Derivatives of vector functions are an integral part of vector calculus. They provide information about the rate of change of vector quantities. For a vector function \( \mathbf{r}(t) = \langle f(t), g(t), h(t) \rangle \), the derivative \( \mathbf{r}^{\prime}(t) \) is determined by differentiating each scalar component with respect to \( t \). This results in a new vector \( \langle f^{\prime}(t), g^{\prime}(t), h^{\prime}(t) \rangle \).
In the original exercise, the function \( \mathbf{r}(t) = \langle t, t^2, t^3 \rangle \) was given. By applying the derivative operation to each component, you arrive at \( \mathbf{r}^{\prime}(t) = \langle 1, 2t, 3t^2 \rangle \). These derivatives reflect the speed and direction of change for each component of the vector function.

The unit tangent vector provides a sense of direction along a path, normalizing the tangent into a vector of unit length. It is computed by dividing the derivative of the vector function by its magnitude. The expression for the unit tangent vector \( \mathbf{T}(t) \) is given by \( \mathbf{T}(t) = \frac{\mathbf{r}^{\prime}(t)}{\| \mathbf{r}^{\prime}(t) \|} \).

For the exercise at hand, we focused on \( \mathbf{T}(1) \). By first evaluating \( \mathbf{r}^{\prime}(1) = \langle 1, 2, 3 \rangle \) and its magnitude \( \| \mathbf{r}^{\prime}(1) \| = \sqrt{14} \), the unit tangent vector is calculated as \( \mathbf{T}(1) = \left\langle \frac{1}{\sqrt{14}}, \frac{2}{\sqrt{14}}, \frac{3}{\sqrt{14}} \right\rangle \). This resulting vector points in the direction the curve is heading at \( t = 1 \), with a normalized length of 1.

The cross product, a significant operation in vector calculus, results in a vector perpendicular to two original vectors in three-dimensional space. It's often used to find orthogonal directions or calculate areas spanned by vectors. The formula for the cross product of two vector functions \( \mathbf{a} = \langle a_1, a_2, a_3 \rangle \) and \( \mathbf{b} = \langle b_1, b_2, b_3 \rangle \) is given by:

• \( \mathbf{i}(a_2b_3 - a_3b_2) \)
• \(- \mathbf{j}(a_1b_3 - a_3b_1) \)
• \(+ \mathbf{k}(a_1b_2 - a_2b_1) \)

For the vectors \( \mathbf{r}^{\prime}(t) = \langle 1, 2t, 3t^2 \rangle \) and \( \mathbf{r}^{\prime\prime}(t) = \langle 0, 2, 6t \rangle \), the cross product is \( \langle 12t - 6t^2, -6t, 2 \rangle \). This new vector highlights the perpendicular component to the tangent and the rate of change vectors.
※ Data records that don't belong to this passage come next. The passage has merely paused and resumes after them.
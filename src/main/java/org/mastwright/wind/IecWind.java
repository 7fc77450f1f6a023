package org.mastwright.wind;

import java.util.List;
import org.mastwright.units.Unit;
import org.mastwright.working.Clause;
import org.mastwright.working.Formula;
import org.mastwright.working.Formula.Var;
import org.mastwright.working.Status;

/**
 * Wind of IEC 61400-2 and the conversions that lead to it. Speeds in m/s; every method is one
 * formula of its clause.
 */
public final class IecWind {
  private static final String IEC = "IEC 61400-2";

  /** 50-year gust profile, {@code Ve50(z) = 1.4 Vref (z/zhub)^0.11}. */
  public static final Formula GUST_AT =
      new Formula(
          "V_e50(z)",
          Unit.MPS,
          "1.4·{V_ref}·({z}/{z_hub})^0.11",
          new Clause(IEC, "2013", "6.3.3.2", Status.RECALLED),
          List.of(new Var("V_ref", Unit.MPS), new Var("z", Unit.M), new Var("z_hub", Unit.M)),
          v -> gustAt_mps(v[0], v[1], v[2]));

  public static final Formula REFERENCE_FROM_GUST =
      new Formula(
          "V_ref",
          Unit.MPS,
          "{V_e50}/1.4",
          new Clause(IEC, "2013", "6.3.3.2", Status.RECALLED),
          List.of(new Var("V_e50", Unit.MPS)),
          v -> v[0] / 1.4);

  public static final Formula ONE_YEAR_GUST =
      new Formula(
          "V_e1",
          Unit.MPS,
          "0.75·{V_e50}",
          new Clause(IEC, "2013", "6.3.3.2", Status.RECALLED),
          List.of(new Var("V_e50", Unit.MPS)),
          v -> 0.75 * v[0]);

  public static final Formula MEAN =
      new Formula(
          "V_ave",
          Unit.MPS,
          "max(0.2·{V_ref}, {V_site})",
          new Clause(IEC, "2013", "Table 1", Status.RECALLED),
          List.of(new Var("V_ref", Unit.MPS), new Var("V_site", Unit.MPS)),
          v -> mean_mps(v[0], v[1]));

  /** Return period, from the commentary of ASCE 7; {@code T} in years. */
  public static final Formula TO_FIFTY_YEARS =
      new Formula(
          "V_50",
          Unit.MPS,
          "{V_T}/(0.36 + 0.1·ln(12·{T}))",
          new Clause("ASCE 7", "2016", "commentary C26.5", Status.READ),
          List.of(new Var("V_T", Unit.MPS), new Var("T", Unit.ONE)),
          v -> fiftyYear_mps(v[0], v[1]));

  /** The same by EN 1991-1-4, shape 0.2, exponent 0.5. */
  public static final Formula TO_FIFTY_YEARS_EN =
      new Formula(
          "V_50",
          Unit.MPS,
          "{V_T}/√((1 − 0.2·ln(−ln(1 − 1/{T})))/(1 − 0.2·ln(−ln(0.98))))",
          new Clause("EN 1991-1-4", "2005", "4.2 note 4", Status.READ),
          List.of(new Var("V_T", Unit.MPS), new Var("T", Unit.ONE)),
          v -> fiftyYearEn_mps(v[0], v[1]));

  /** Ratio of a mean over {@code t} to the hourly mean: a fit to the Durst curve. */
  public static final Formula DURST =
      new Formula(
          "r(t)",
          Unit.ONE,
          "0.977 + 0.64/(1 + ({t}/38.14)^0.685)",
          new Clause("ASCE 7", "2005", "fit to Figure C6-4 (Durst)", Status.READ),
          List.of(new Var("t", Unit.S)),
          v -> durstRatio(v[0]));

  public static final Formula AVERAGING =
      new Formula(
          "V_3s",
          Unit.MPS,
          "{V_t}·{r_3}/{r_t}",
          new Clause("ASCE 7", "2005", "fit to Figure C6-4 (Durst)", Status.READ),
          List.of(new Var("V_t", Unit.MPS), new Var("r_3", Unit.ONE), new Var("r_t", Unit.ONE)),
          v -> v[0] * v[1] / v[2]);

  public static final Formula TO_HUB =
      new Formula(
          "V_hub",
          Unit.MPS,
          "{V}·({z_hub}/{z})^{α}",
          new Clause(IEC, "2013", "6.3.2.2, 6.3.3.2", Status.RECALLED),
          List.of(
              new Var("V", Unit.MPS),
              new Var("z_hub", Unit.M),
              new Var("z", Unit.M),
              new Var("α", Unit.ONE)),
          v -> toHeight_mps(v[0], v[1], v[2], v[3]));

  public static final Formula PRESSURE =
      new Formula(
          "q",
          Unit.PA,
          "0.5·{ρ}·{V}²",
          new Clause("Bernoulli", "-", "dynamic pressure", Status.PRACTICE),
          List.of(new Var("ρ", Unit.KGPM3), new Var("V", Unit.MPS)),
          v -> pressure_Pa(v[0], v[1]));

  /** Pressure and temperature of the standard atmosphere in the gas law. */
  public static final Formula DENSITY =
      new Formula(
          "ρ",
          Unit.KGPM3,
          "101325·(1 − 2.25577·10^(−5)·{h})^5.25588/(287.05·(288.15 − 0.0065·{h}))",
          new Clause("ISO 2533", "1975", "standard atmosphere", Status.RECALLED),
          List.of(new Var("h", Unit.M)),
          v -> density_kgpm3(v[0]));

  private IecWind() {}

  /** Valid up to 11 km. */
  public static double density_kgpm3(double altitude_m) {
    return 101325
        * Math.pow(1 - 2.25577e-5 * altitude_m, 5.25588)
        / (287.05 * (288.15 - 0.0065 * altitude_m));
  }

  public static double pressure_Pa(double density_kgpm3, double speed_mps) {
    return 0.5 * density_kgpm3 * speed_mps * speed_mps;
  }

  public static double gustAt_mps(double reference_mps, double height_m, double hub_m) {
    return 1.4 * reference_mps * Math.pow(height_m / hub_m, 0.11);
  }

  public static double mean_mps(double reference_mps, double siteMean_mps) {
    return Math.max(0.2 * reference_mps, siteMean_mps);
  }

  /** Valid from about 5 to 3000 years. */
  public static double fiftyYear_mps(double speed_mps, double returnPeriodCoefficient) {
    return speed_mps / (0.36 + 0.1 * Math.log(12 * returnPeriodCoefficient));
  }

  /** Valid above one year. */
  public static double fiftyYearEn_mps(double speed_mps, double returnPeriodCoefficient) {
    double period = 1 - 0.2 * Math.log(-Math.log(1 - 1 / returnPeriodCoefficient));
    double fifty = 1 - 0.2 * Math.log(-Math.log(0.98));
    return speed_mps / Math.sqrt(period / fifty);
  }

  /** Valid from 1 s to 1 h. */
  public static double durstRatio(double time_s) {
    return 0.977 + 0.64 / (1 + Math.pow(time_s / 38.14, 0.685));
  }

  public static double toHeight_mps(
      double speed_mps, double to_m, double from_m, double exponentCoefficient) {
    return speed_mps * Math.pow(to_m / from_m, exponentCoefficient);
  }

  /** Standard deviation of the normal turbulence model: {@code I15 (15 + a V)/(a + 1)}. */
  public static double turbulence_mps(
      double speed_mps, double i15Coefficient, double slopeCoefficient) {
    return i15Coefficient * (15 + slopeCoefficient * speed_mps) / (slopeCoefficient + 1);
  }
}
The second derivative of a vector function gives us information about the concavity and acceleration of the vector path. Applying the derivative operation to the first derivative \( \mathbf{r}^{\prime}(t) \) results in the second derivative \( \mathbf{r}^{\prime\prime}(t) \). For a vector function \( \langle f^{\prime}(t), g^{\prime}(t), h^{\prime}(t) \rangle \), its second derivative is \( \langle f^{\prime\prime}(t), g^{\prime\prime}(t), h^{\prime\prime}(t) \rangle \).

In the given exercise, starting with the first derivative \( \mathbf{r}^{\prime}(t) = \langle 1, 2t, 3t^2 \rangle \), the second derivative becomes \( \mathbf{r}^{\prime\prime}(t) = \langle 0, 2, 6t \rangle \). This tells us how the velocity \( \mathbf{r}^{\prime}(t) \) is changing, indicating whether the vector path is curving upwards, downwards, or maintaining a constant arc at any point \( t \).